(Saved entries)
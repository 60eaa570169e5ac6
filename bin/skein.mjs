#!/usr/bin/env node
// Starts the built command line.
import { existsSync } from 'node:fs';

const built = new URL('../build/cli/skein.js', import.meta.url);
if (existsSync(built)) await import(built.href);
else {
  console.error('skein is not built yet. Run `npm ci` and `npm run build` in its folder first.');
  process.exitCode = 3;
}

TASK OBJECTIVE: Your task is to restate every record word for word.

RESPONSE:
repository 60eaa570169e5ac6
filename bin/skein.mjs
#!/usr/bin/env node
// Starts the built command line.
import { existsSync } from 'node:fs';

const built = new URL('../build/cli/skein.js', import.meta.url);
if (existsSync(built)) await import(built.href);
else {
  console.error('skein is not built yet. Run `npm ci` and `npm run build` in its folder first.');
  process.exitCode = 3;
}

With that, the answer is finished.